Gear Optimization for Noise Reduction of EPB Actuator

Abstract

As the demand for passenger cars that are equipped with EPB(electric parking brake) system increases, the automotive parts companies have tried to develop the EPB on all vehicle. As the range of EPB application expands, customer demand for noise reduction during EPB operation also increases. In order to reduce the EPB operating noise, the optimum design of the EPB actuator two-step train gear was carried out. First of all, three gear design factors, such as pressure angle, helical angle, and gear type, were changed to verify the impact on EPB operation noise.

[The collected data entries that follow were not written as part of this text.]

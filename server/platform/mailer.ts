import nodemailer from 'nodemailer'

export interface OutgoingMail { to: string, subject: string, body: string, id: string }
export interface Mailer {
  /** @returns the message id @throws what the mail server or the network said */
  send: (mail: OutgoingMail) => Promise<string>
  close: () => void
}

/** Mail through any SMTP server; npm start runs a catcher on loopback where none is set. */
export function smtpMailer(url: string, from: string): Mailer {
  const transport = nodemailer.createTransport(url, { from, disableFileAccess: true, disableUrlAccess: true })
  return {
    async send(mail) {
      // The message id is made from ours, so that a mail sent twice after a crash can be told as one.
      const info = await transport.sendMail({ to: mail.to, subject: mail.subject, text: mail.body, messageId: `<${mail.id}@lanthorn>` })
      return info.messageId
    },
    close: () => transport.close(),
  }
}
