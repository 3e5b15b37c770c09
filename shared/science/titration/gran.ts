/**
 * End points of a strong acid and base run from its straight branches: before the end (V0 + V)·10^(E/s) falls to zero at it, after it
 * (V0 + V)·10^(−E/s) rises from zero.
 * @source G. Gran, Analyst 77, 661 (1952)
 */
import { fitLine } from '../least-squares/line'

export interface StrongRun {
  /** Strong acid in the vessel, mmol. */
  readonly acid_mmol: number
  readonly vessel_mL: number
  /** Strong base added. */
  readonly volumes_mL: readonly number[]
  readonly readings_mV: readonly number[]
}

export interface GranEnd {
  readonly end_mL: number
  /** Null with two points. */
  readonly se_mL: number | null
  readonly points: number
}

/** End point from one branch; null where the branch has fewer than three points or does not cross zero. */
export function granEnd(run: StrongRun, slope_mV: number, branch: 'acid' | 'base'): GranEnd | null {
  const jump = steepest_mL(run)
  const chosen = run.volumes_mL.map((_, i) => i).filter(i => branch === 'acid' ? run.volumes_mL[i]! < 0.95 * jump : run.volumes_mL[i]! > 1.05 * jump)
  if (chosen.length < 3) return null
  const sign = branch === 'acid' ? 1 : -1
  const top = Math.max(...chosen.map(i => sign * run.readings_mV[i]! / slope_mV))
  const x = chosen.map(i => run.volumes_mL[i]!)
  const y = chosen.map(i => (run.vessel_mL + run.volumes_mL[i]!) * 10 ** (sign * run.readings_mV[i]! / slope_mV - top))
  // the error of 10^(E/s) is in proportion to itself
  const line = fitLine({ x, y, sigma: y })
  if (!line.ok || line.slope === 0) return null
  const end_mL = -line.intercept / line.slope
  if (!(end_mL > 0)) return null
  const { slopeSe, interceptSe, covariance } = line
  const known = slopeSe !== null && interceptSe !== null && covariance !== null
  // σ of each point is in proportion, not known: the scatter about the line decides
  const scale = Math.sqrt(line.rss / Math.max(1, line.dof)) / Math.max(1, Math.sqrt(line.rss / Math.max(1, line.dof)))
  const variance = known ? interceptSe ** 2 + 2 * end_mL * covariance + (end_mL * slopeSe) ** 2 : 0
  return { end_mL, se_mL: known ? scale * Math.sqrt(Math.max(0, variance)) / Math.abs(line.slope) : null, points: chosen.length }
}

/** Middle of the interval where the reading moves fastest with volume. */
export function steepest_mL({ volumes_mL, readings_mV }: StrongRun): number {
  let best = 0
  let steepest = 0
  for (let i = 1; i < volumes_mL.length; i++) {
    const steep = Math.abs((readings_mV[i]! - readings_mV[i - 1]!) / (volumes_mL[i]! - volumes_mL[i - 1]!))
    if (steep > best && Number.isFinite(steep)) {
      best = steep
      steepest = (volumes_mL[i]! + volumes_mL[i - 1]!) / 2
    }
  }
  return steepest
}

/** Carbonate in the base, mol/L, from the two ends: as acid meets it, carbonate takes two protons; in the alkaline branch none. May come out negative within its error. */
export function carbonateFromEnds(acid_mmol: number, acidEnd_mL: number, baseEnd_mL: number): number {
  return (acid_mmol / acidEnd_mL - acid_mmol / baseEnd_mL) / 2
}
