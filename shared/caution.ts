/** The line that maps, memos, mails, exports and pages with numbers carry. */
export const CAUTION = 'Screening research only; not for diagnosis, dosing or release of a product.'
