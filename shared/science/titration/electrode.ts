/**
 * A glass electrode: E = E° + s·log10 [H⁺] + j_a·[H⁺] + j_b·[OH⁻], on the concentration scale.
 * The last two are the liquid junction in strong acid and base, used only where a calibration run shows that they are there.
 */
import { GAS_J_per_mol_K } from '../constants'

export interface Electrode {
  readonly e0_mV: number
  /** mV per decade of [H⁺]; near +59.16 at 25 °C. */
  readonly slope_mV: number
  readonly junctionAcid_mV_per_M: number
  readonly junctionBase_mV_per_M: number
  readonly pKw: number
}

/** RT ln10 / F, mV per decade. */
export function nernstSlope_mV(temperature_K: number): number {
  return 1e3 * GAS_J_per_mol_K * temperature_K * Math.LN10 / 96485.33212
}

/** Reading at a given ln [H⁺], and how it moves with ln [H⁺]. */
export function readingAt(electrode: Electrode, lnH: number): { readonly reading_mV: number, readonly perLnH_mV: number } {
  const h = Math.exp(lnH)
  const oh = Math.exp(-electrode.pKw * Math.LN10 - lnH)
  const { junctionAcid_mV_per_M: acid, junctionBase_mV_per_M: base } = electrode
  return { reading_mV: electrode.e0_mV + electrode.slope_mV * lnH / Math.LN10 + acid * h + base * oh, perLnH_mV: electrode.slope_mV / Math.LN10 + acid * h - base * oh }
}

/**
 * −log10 [H⁺] from a reading, by Newton's method on log10 [H⁺].
 * @returns NaN where the reading belongs to no pH from −1 to 15
 */
export function pcHFromReading(electrode: Electrode, reading_mV: number): number {
  let lnH = (reading_mV - electrode.e0_mV) / electrode.slope_mV * Math.LN10
  for (let turn = 0; turn < 50; turn++) {
    const at = readingAt(electrode, lnH)
    const step = (reading_mV - at.reading_mV) / at.perLnH_mV
    lnH += Math.max(-2, Math.min(2, step))
    if (Math.abs(step) < 1e-13 * Math.max(1, Math.abs(lnH))) break
  }
  const pcH = -lnH / Math.LN10
  const isMet = Math.abs(readingAt(electrode, lnH).reading_mV - reading_mV) < 1e-6
  return isMet && pcH >= -1 && pcH <= 15 ? pcH : NaN
}
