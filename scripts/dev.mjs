import { banner } from './lib/banner.mjs'
import { stopChildren } from './lib/children.mjs'
import { openDatabase } from './lib/database.mjs'
import { ensureFirstPeople } from './lib/firstPeople.mjs'
import { migrate } from './lib/migrations.mjs'
import { ensureModules } from './lib/modules.mjs'
import { claimFolderAndPort } from './lib/oneStart.mjs'
import { keepParts, openMail, partEnvironment } from './lib/parts.mjs'
import { ensurePrepared } from './lib/prepared.mjs'
import { say } from './lib/say.mjs'
import { ensureSecrets } from './lib/secrets.mjs'
import { readSettings } from './lib/settings.mjs'
import { onStop, runUntilStopped, stopOnSignals } from './lib/stopping.mjs'

async function develop() {
  const settings = readSettings({ port: 3100, data: '.data/dev', output: '.output-dev', build: '.nuxt-dev', databasePort: 33_316 })
  stopOnSignals({ say })
  onStop(() => stopChildren())
  await claimFolderAndPort(settings)
  await ensureModules(say)
  await ensurePrepared(say)
  const secrets = ensureSecrets(settings.data)
  const { databaseUrl, migrationUrl } = await openDatabase({ settings, secrets, say })
  await migrate({ databaseUrl, migrationUrl })
  const smtpUrl = await openMail({ settings, say, onStop })
  const env = {
    ...partEnvironment({ settings, secrets, databaseUrl, smtpUrl }),
    NODE_ENV: 'development', LANTHORN_OUTPUT_DIR: settings.output, LANTHORN_BUILD_DIR: settings.build,
  }
  const people = await ensureFirstPeople({ settings, env, migrationUrl, say })
  const args = {
    web: ['node_modules/nuxt/bin/nuxt.mjs', 'dev', '--no-fork', '--host', settings.host, '--port', String(settings.port)],
    worker: ['node_modules/tsx/dist/cli.mjs', 'watch', '--clear-screen=false', 'server/worker/main.ts'],
  }
  const { address } = await keepParts({ settings, env, say, onStop, args })
  say(banner({ ...people, address, mailFolder: settings.smtpUrl === null ? settings.mail : null }))
}

await runUntilStopped(develop)
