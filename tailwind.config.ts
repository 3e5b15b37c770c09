import type { Config } from 'tailwindcss'

/** Every colour is the name of a token in assets/css/tokens.css, so a theme is a change of variables and nothing else. */
const TOKENS = ['ground', 'pane', 'sunk', 'raised', 'lead', 'lead-soft', 'edge', 'ink', 'ink-2', 'ink-3', 'on-ink', 'iron', 'iron-2', 'iron-edge', 'iron-text', 'iron-dim', 'iron-bright',
  'lamp', 'lamp-ink', 'lamp-deep', 'lamp-wash', 'fault', 'fault-wash', 'on-fault', 'pick', 't1', 't2', 'cest', 'cest-text', 's1', 's2', 's3', 's4', 's5', 's6', 'grid', 'axis', 'm0', 'm1', 'veil']

export default {
  content: ['./app.vue', './error.vue', './components/**/*.{vue,ts}', './layouts/**/*.vue', './pages/**/*.vue', './composables/**/*.ts', './shared/**/*.ts'],
  darkMode: ['selector', '[data-theme="dark"]'],
  theme: {
    colors: { transparent: 'transparent', current: 'currentColor', ...Object.fromEntries(TOKENS.map(name => [name, `var(--${name})`])) },
    fontFamily: {
      sans: ['"Fira Sans"', 'ui-sans-serif', 'system-ui', 'sans-serif'],
      mono: ['"Fira Mono"', 'ui-monospace', 'monospace'],
    },
    fontSize: { tick: ['11px', '14px'], meta: ['12px', '16px'], table: ['13px', '18px'], body: ['14px', '20px'], pane: ['15px', '20px'], page: ['20px', '26px'], figure: ['26px', '32px'], door: ['30px', '40px'] },
    fontWeight: { normal: '400', medium: '500', semibold: '600' },
    borderRadius: { none: '0', sm: '3px', DEFAULT: '4px', float: '6px', full: '9999px' },
    boxShadow: { none: 'none', float: 'var(--lift)' },
    screens: { phone: { max: '640px' }, lap: '1024px', desk: '1280px', wide: '1440px' },
    extend: {
      spacing: { iron: '44px', head: '52px', field: '32px', touch: '44px' },
      gridTemplateColumns: { side: 'minmax(0,1fr) 332px', bench: 'minmax(0,1fr) 372px', check: '216px minmax(0,1fr) 412px', upload: '316px minmax(0,1fr) 348px' },
      transitionDuration: { quick: '120ms', calm: '200ms' },
      transitionTimingFunction: { calm: 'cubic-bezier(.2,0,0,1)' },
    },
  },
} satisfies Config
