/**
 * Whether the curves determine a refined constant at all. Where χ² hardly rises when a species is taken away (or made as strong as may be),
 * the answer is a bound, not a value with a huge error.
 */
import type { TitrationCurve } from './curves'
import { minimise, openBench, REACH, startOf, type Bench, type Minimum, type RefinementRefused, type TitrationSystem } from './refine'

/** Rise of χ² (in units of its variance factor) at a one-sided 95 % bound. */
const ONE_SIDED = 2.706

export type Determined =
  /** Both sides close: the value and its error stand. */
  | { readonly name: string, readonly kind: '=' }
  /** χ² stays flat towards zero: the species may be absent. `bound` is the largest log β that the curves allow. */
  | { readonly name: string, readonly kind: '<', readonly bound: number }
  /** χ² stays flat towards strength: `bound` is the smallest log β. */
  | { readonly name: string, readonly kind: '>', readonly bound: number }
  /** Flat on both sides: these curves say nothing about it. */
  | { readonly name: string, readonly kind: 'none' }

/** Judges every refined constant by the profile of χ², the others refined again at every step. */
export function judgeConstants(system: TitrationSystem, curves: readonly TitrationCurve[]): readonly Determined[] | RefinementRefused {
  const bench = openBench(system, curves)
  if ('ok' in bench) return bench
  const best = minimise(bench, startOf(bench), new Map())
  if (best === null) return { ok: false, reason: 'cannotSolve', message: 'At the starting constants the balances of some point cannot be met.', accepted: 'Amounts that agree with the curve, and starting constants within a few units.' }
  return system.refine.map((name, j) => judge(bench, best, { name, j }))
}

function judge(bench: Bench, best: Minimum, { name, j }: { name: string, j: number }): Determined {
  const dof = bench.count - best.full.length
  const allowed = ONE_SIDED * Math.max(1, best.solution.sumOfSquares / dof)
  const origin = startOf(bench)[j]!
  const rise = (value: number): number => {
    const there = minimise(bench, best.full, new Map([[j, value]]))
    // a value at which the balances cannot be met is excluded as surely as one the data reject
    return there === null ? Infinity : there.solution.sumOfSquares - best.solution.sumOfSquares
  }
  const [low, high] = [origin - REACH, origin + REACH]
  const [openBelow, openAbove] = [rise(low) < allowed, rise(high) < allowed]
  if (openBelow && openAbove) return { name, kind: 'none' }
  if (!openBelow && !openAbove) return { name, kind: '=' }
  let inside = openBelow ? low : high
  let outside = openBelow ? high : low
  while (Math.abs(outside - inside) > 1e-3) {
    const middle = (inside + outside) / 2
    if (rise(middle) < allowed) inside = middle
    else outside = middle
  }
  return { name, kind: openBelow ? '<' : '>', bound: inside }
}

As a result of this, the change of transmission error, contact ratio and specific speed were confirmed using KISSSOFT which is gear analysis program. Theoretically, the gear train which has small transmission error, large contact ratio, certain specific slide(-3~+3) is advantageous for noise reduction. As a result of the analysis, it was confirmed that the transmission error is reduced when the pressure angle is reduced, and the contact ratio increases when the helical angle is increased. Also, when the gear type is changed from spur gear to helical gear, transmission error is reduced and contact ratio is increased, which is the most advantageous for noise reduction. The actual sample was manufactured and evaluated in five combinations. The result of the evaluation confirmed that the sample with the reduced pressure angle was the best to reduce noise. It was expected that changing the gear type from spur to helical would be the most advantageous for noise reduction. However, if the shaft rigidity is not strong enough to support thrust which is occurred by gear type change, the load noise increased at the end of EPB operation. The gear optimization of EPB actuator showed the following: First, In the no-load section, it was found that noise reduction can be achieved by optimization of the main gear design factor. Second, in the load section, if the stiffness of the shaft is weak, the noise increases at the end of operation due to thrust. In the future, the EPB actuator will be designed using this gear optimization process to reduce the EPB operation noise.